A Cuban restaurant in Washington, D.C., has been fined $7,000 for violating the city’s Human Rights Act (HRA). In June of 2018, an employee of Cuba Libre Rum Bar and Restaurant questioned a transgender patron – a man who believes he’s a woman – heading into the women’s restroom, asking to see a driver’s license. After a confrontation with the male attendant and the restaurant’s manager, and a threat to call the police, the customer left the restaurant.
Charlotte Clymer, the transgender-identified individual, works for the Human Rights Campaign, the “largest national lesbian, gay, bisexual, transgender and queer civil rights organization.” After trying to show the city’s HRA to the restaurant manager, Clymer called the police and reported the restaurant. Clymer wrote of the incident, “I went to a place of anger that I do not visit often. Something had to be done. I’m not the kind of person who calls cops, but at that point, I didn’t know what else to do. In D.C., a city celebrated for its LGBTQ culture, inclusivity, and protections, it stunned me that a business could so openly discriminate against transgender people.”
The city’s Attorney General, Karl A. Racine, announced the settlement. In addition to paying the fine, Cuba Libre must create written policies for its employees to make sure they understand that gender identity and expression are protected categories; post clear bathroom signage allowing individuals to “use the restroom that corresponds to their gender identity”; and make sworn statements to the Office of the Attorney General twice a year for the next two years about any further complaints.
Here are three things you need to know about incidents like this:
First, when “sexual orientation and gender identity” (SOGI) are added to non-discrimination laws, as many states and municipalities have, privacy and safety are threatened. These laws often include public accommodations, such as changing rooms, restrooms and locker rooms, places that have been usually segregated by sex. People using those facilities have a reasonable expectation that their privacy and safety will be safeguarded, and that they won’t be exposed to members of the opposite sex. SOGI laws tear down that safeguard.
Second, as non-discrimination laws grow and expand – at every level – so does government – at every level – which generally means individual autonomy and freedom shrink. The 1964 Civil Rights Act initially offered protections from discrimination in five areas: race, color, religion, sex or national origin. Washington D.C.’s HRA now prohibits discrimination in more than twenty different areas – including such things as “sexual orientation, gender identity or expression familial status [sic], family responsibilities, matriculation, political affiliation, [and] genetic information.” As the number of issues covered by non-discrimination laws grows, so does the power of federal, state and local human rights commissions to punish violators, as we’ve seen in numerous cases. In D.C., the Attorney General is pushing for a law giving him the power to bring lawsuits against those who violate the HRA.

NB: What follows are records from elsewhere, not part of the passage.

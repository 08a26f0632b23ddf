import { SENSELESS } from '../problem/fault';
import type { Problem, Stage } from '../problem/problem';
import { findAmountFaults } from '../problem/validate-amounts';
import { findIdFaults } from '../problem/validate-ids';
import { Calendar, NEVER } from './calendar';
import { compileLinks } from './compile-links';
import { compileMakers } from './compile-makers';
import { compileWork } from './compile-work';
import type { Compiled, CompiledBays, CompiledDates } from './compiled';
import { WorkingClock } from './working-clock';

/** Turns a problem into numbers. Throws on one that makes no sense (see `SENSELESS`); what merely cannot be met is left to the search. */
export function compile(problem: Problem): Compiled {
  const senseless = [...findIdFaults(problem), ...findAmountFaults(problem)].filter((fault) =>
    SENSELESS.has(fault.kind),
  );
  if (senseless.length > 0) throw new Error(`The problem makes no sense: ${JSON.stringify(senseless[0])}`);
  const origin = problem.horizon.start;
  const horizonMinutes = problem.horizon.end - origin;
  const stages = sortById(problem.stages);
  const makers = sortById(problem.makers);
  const bays = sortById(problem.bays);
  const craftIds = [...new Set(stages.flatMap((stage) => stage.crew.map((need) => need.craftId)))].sort();
  const stageIndex = indexOf(stages);
  const compiledMakers = compileMakers(problem, makers);
  return {
    problem,
    origin,
    horizonMinutes,
    stageCount: stages.length,
    stages,
    stageIndex,
    makerIds: makers.map((maker) => maker.id),
    bayIds: bays.map((bay) => bay.id),
    craftIds,
    work: compileWork(problem, stages, stageIndex, makers, compiledMakers, indexOf(bays), craftIds),
    links: compileLinks(problem, stages.length, stageIndex),
    makers: compiledMakers,
    bays: {
      capacity: Int32Array.from(bays, (bay) => bay.capacity),
      open: bays.map((bay) => bay.open && Calendar.of(bay.open, origin, horizonMinutes)),
      frees: findFreed(stages, stageIndex),
    },
    dates: compileDates(problem, stages, stageIndex),
    workingClock: new WorkingClock(Calendar.of(problem.workingTime, origin, horizonMinutes)),
  };
}

/** Items in the order of their ids. */
export function sortById<T extends { readonly id: string }>(items: readonly T[]): T[] {
  return [...items].sort((a, b) => (a.id < b.id ? -1 : a.id > b.id ? 1 : 0));
}

function indexOf(items: readonly { readonly id: string }[]): Map<string, number> {
  return new Map(items.map((item, i) => [item.id, i]));
}

function findFreed(stages: readonly Stage[], index: ReadonlyMap<string, number>): CompiledBays['frees'] {
  const frees: number[][] = stages.map(() => []);
  stages.forEach((stage, i) => {
    for (const place of stage.places) {
      if (place.hold.kind === 'until-stage') frees[index.get(place.hold.stageId) ?? i].push(i);
    }
  });
  return frees.map((holders) => [...new Set(holders)]);
}

function compileDates(problem: Problem, stages: readonly Stage[], index: ReadonlyMap<string, number>): CompiledDates {
  const dates = sortById(problem.keyDates);
  const productions = [...new Set(stages.map((stage) => stage.productionId))].sort();
  const productionIndex = new Map(productions.map((id, i) => [id, i]));
  return {
    count: dates.length,
    at: Int32Array.from(dates, (date) => Math.max(-NEVER, Math.min(NEVER, date.at - problem.horizon.start))),
    weight: Float64Array.from(dates, (date) => date.weight),
    isHard: Uint8Array.from(dates, (date) => (date.strength === 'hard' ? 1 : 0)),
    stages: dates.map((date) => Int32Array.from(date.stageIds, (id) => index.get(id) ?? -1)),
    productionOf: Int32Array.from(stages, (stage) => productionIndex.get(stage.productionId) ?? 0),
    productionCount: productions.length,
  };
}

Finally, SOGI laws create conflict as they elevate a person’s sexual identity and sexual behavior to the same status as religious freedom. When that conflict occurs, religious freedom often loses, or it must be defended at a great cost of time, energy and money. A Catholic hospital in California, for example, was sued for refusing a man’s request for breast augmentation surgery. Seton Medical Center eventually settled, paying the individual $200,000. In Oregon, a transgender-identified student – a woman who identifies and lives as male – sued George Fox University, a Quaker school, in order to live in a male dormitory.
Those struggling with gender confusion should be treated with respect and kindness. Many, like Clymer, tell about growing up with horrific mistreatment and neglect. As Christians, we can pray for such individuals, that God will intervene in their lives with grace, forgiveness and healing. At the same time, we can stand for the truth that there are two sexes, male and female, not a multitude of “genders.” And as concerned citizens, we can continue to fight against SOGI laws and their negative effects on privacy, safety and religious freedom.